### Problem description
When you reach the line containing "at a time. */" in the data below, reproduce it and every line that follows, exactly and without additions.

*** Block opens ***

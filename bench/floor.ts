// Indexes read here are in range by construction, so `!` marks them (no run-time cost).
/**
 * The floor: the least work any switch-level solver must do per vector, which is to look at every
 * transistor's gate once. The loop reads each transistor's gate-net level and writes one byte per
 * transistor, nothing else. Solver figures are quoted as a multiple of this.
 */
import { NMOS, PMOS, type CompiledNetlist } from '../src/core/compile/compile.ts';

export interface FloorFrame {
  /** Gate net of each transistor (resistors left out). */
  readonly gates: Int32Array;
  /** One level byte per net. */
  readonly levels: Uint8Array;
  /** One output byte per transistor. */
  readonly out: Uint8Array;
  readonly inputs: Int32Array;
}

export function floorFrame(compiled: CompiledNetlist): FloorFrame {
  const gates: number[] = [];
  for (let c = 0; c < compiled.chCount; c++) {
    if (compiled.chKind[c] === NMOS || compiled.chKind[c] === PMOS) gates.push(compiled.chGate[c]!);
  }
  return {
    gates: Int32Array.from(gates),
    levels: new Uint8Array(compiled.netCount),
    out: new Uint8Array(gates.length),
    inputs: compiled.inputNets,
  };
}

/**
 * Runs `vectors` vectors: sets the input nets from the vector number's bits (so the optimiser cannot
 * hoist the loop), then copies every gate level into the output bytes. Returns a checksum that the
 * caller must consume for the same reason.
 */
export function floorLoop(frame: FloorFrame, vectors: number): number {
  const { gates, levels, out, inputs } = frame;
  const n = gates.length;
  let checksum = 0;
  for (let v = 0; v < vectors; v++) {
    for (let i = 0; i < inputs.length; i++) levels[inputs[i]!] = (v >>> (i % 31)) & 1;
    for (let t = 0; t < n; t++) out[t] = levels[gates[t]!]!;
    checksum = (checksum + out[v % n]!) | 0;
  }
  return checksum;
}
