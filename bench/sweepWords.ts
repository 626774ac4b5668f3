/**
 * Sweep rows of issue-sized cells, all on CPU time (the machine is shared; wall time lies):
 * - the engine's exhaustive sweep of the 16-input adder bank on the bit-parallel path (component
 *   tables built, inputs loaded, every output's level written) against the same sweep one vector at a
 *   time, and the whole check (`checkSweep`: rows in columns, findings) on both paths;
 * - `railwise check` as a user runs it (cliCheck.ts): text and `--json` of the 65,536-vector bank,
 *   and the 24-input bank of 16,777,216 vectors, with peak memory.
 * Each row carries its CPU ns per transistor per vector; run.ts divides by the floor of the same run.
 */
import { spawnSync } from 'node:child_process';
import { join } from 'node:path';
import { checkSweep } from '../src/core/analysis/check.ts';
import type { WordRows } from '../src/core/analysis/vectorsWordPass.ts';
import { WordSweep } from '../src/core/analysis/vectorsWordPass.ts';
import type { Netlist } from '../src/core/model/netlist.ts';
import { measureCheck, type CliResult } from './cliCheck.ts';
import { measureLaneWidths } from './laneWidths.ts';
import { prepare } from './measure.ts';
import { cpuSeconds } from './timing.ts';

export interface CpuRow {
  readonly name: string;
  readonly transistors: number;
  readonly vectors: number;
  readonly cpuSeconds: number;
  readonly nsPerTransistorVector: number;
  /** Peak resident memory of the command, for `railwise check` rows. */
  readonly peakMb?: number;
  readonly outputMb?: number;
}

function row(name: string, netlist: Netlist, vectors: number, cpu: number): CpuRow {
  const transistors = prepare(netlist).transistors;
  return {
    name,
    transistors,
    vectors,
    cpuSeconds: cpu,
    nsPerTransistorVector: (cpu * 1e9) / (transistors * vectors),
  };
}

/** Warm runs before the timed ones, and timed runs: the floor loop is measured warm the same way. */
const WARM_RUNS = 10;
const TIMED_RUNS = 10;

/**
 * The bit-parallel sweep alone, each run on a freshly compiled cell (compile and simulator made
 * before the clock starts). Inside the timing, on CPU time: `WordSweep.plan` (the driven schedule
 * and topology, the group shapes and signatures, every component table, the word program built and
 * compiled, its memory allocated) and `sweep.run` (for each block of 4,096 vectors: the inputs'
 * words loaded, the program run, every output's level words and the fast lanes handed to the rows,
 * the rows' plain runs counted; vectors that fall back would be solved by the engine, none does on
 * the bank). The rows here keep one word of each block, so writing them into columns (the
 * recorder's work) is in the check-sweep rows, not here. Two rows: the first run, as a one-off
 * sweep pays it (the optimiser has compiled little yet), and the fastest of ten after ten warm
 * runs, measured as the floor loop is.
 */
export function measureWordSweep(name: string, netlist: Netlist): CpuRow[] {
  let sink = 0;
  const rows: WordRows = {
    addWords: (levels) => (sink ^= levels[0] ?? 0),
    addPlains: () => {},
    add: (r) => (sink ^= r.levels[0] ?? 0),
  };
  const once = (): { vectors: number; cpu: number } => {
    const p = prepare(netlist);
    const start = cpuSeconds();
    const sweep = WordSweep.plan(p.simulator, p.compiled.outputNets, {});
    if (sweep === null) throw new Error(`${name}: the cell does not take the bit-parallel path`);
    const vectors = sweep.run(rows);
    return { vectors, cpu: cpuSeconds() - start };
  };
  const first = once();
  for (let i = 1; i < WARM_RUNS; i++) once();
  let best = Infinity;
  for (let i = 0; i < TIMED_RUNS; i++) best = Math.min(best, once().cpu);
  if (sink === 0.5) console.log(''); // keep the sink alive
  return [
    row(`${name} (first run)`, netlist, first.vectors, first.cpu),
    row(`${name} (warm)`, netlist, first.vectors, best),
  ];
}

/** The word program alone on 32-bit and on 64-bit words (laneWidths.ts): why the sweep runs 64. */
export function measureWordWidths(name: string, netlist: Netlist): CpuRow[] {
  const t = measureLaneWidths(netlist);
  return [
    row(`${name} program, 32-bit words`, netlist, t.vectors, t.int32Seconds),
    row(`${name} program, 64-bit words`, netlist, t.vectors, t.bigUint64Seconds),
  ];
}

/** `checkSweep` on the bit-parallel path or one vector at a time. */
export function measureCheckCpu(name: string, netlist: Netlist, wordParallel: boolean): CpuRow {
  const start = cpuSeconds();
  const { vectors } = checkSweep(netlist, { wordParallel }).summary;
  return row(name, netlist, vectors, cpuSeconds() - start);
}

/** `railwise check` runs of the bundled command (built here first, as `npm install` does). */
export async function measureCommand(
  name: string,
  netlist: Netlist,
  args: readonly string[],
): Promise<CpuRow> {
  spawnSync(process.execPath, [join(import.meta.dirname, '..', 'bin', 'build-cli.mjs')], {
    stdio: 'inherit',
  });
  const r: CliResult = await measureCheck(name, netlist, args);
  if (r.status !== 0) throw new Error(`${name}: railwise check exited with ${r.status}`);
  return { ...row(name, netlist, r.vectors, r.cpuSeconds), peakMb: r.peakMb, outputMb: r.outputMb };
}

*** Block closes ***

### Answer for the task
/** `checkSweep` on the bit-parallel path or one vector at a time. */
export function measureCheckCpu(name: string, netlist: Netlist, wordParallel: boolean): CpuRow {
  const start = cpuSeconds();
  const { vectors } = checkSweep(netlist, { wordParallel }).summary;
  return row(name, netlist, vectors, cpuSeconds() - start);
}

/** `railwise check` runs of the bundled command (built here first, as `npm install` does). */
export async function measureCommand(
  name: string,
  netlist: Netlist,
  args: readonly string[],
): Promise<CpuRow> {
  spawnSync(process.execPath, [join(import.meta.dirname, '..', 'bin', 'build-cli.mjs')], {
    stdio: 'inherit',
  });
  const r: CliResult = await measureCheck(name, netlist, args);
  if (r.status !== 0) throw new Error(`${name}: railwise check exited with ${r.status}`);
  return { ...row(name, netlist, r.vectors, r.cpuSeconds), peakMb: r.peakMb, outputMb: r.outputMb };
}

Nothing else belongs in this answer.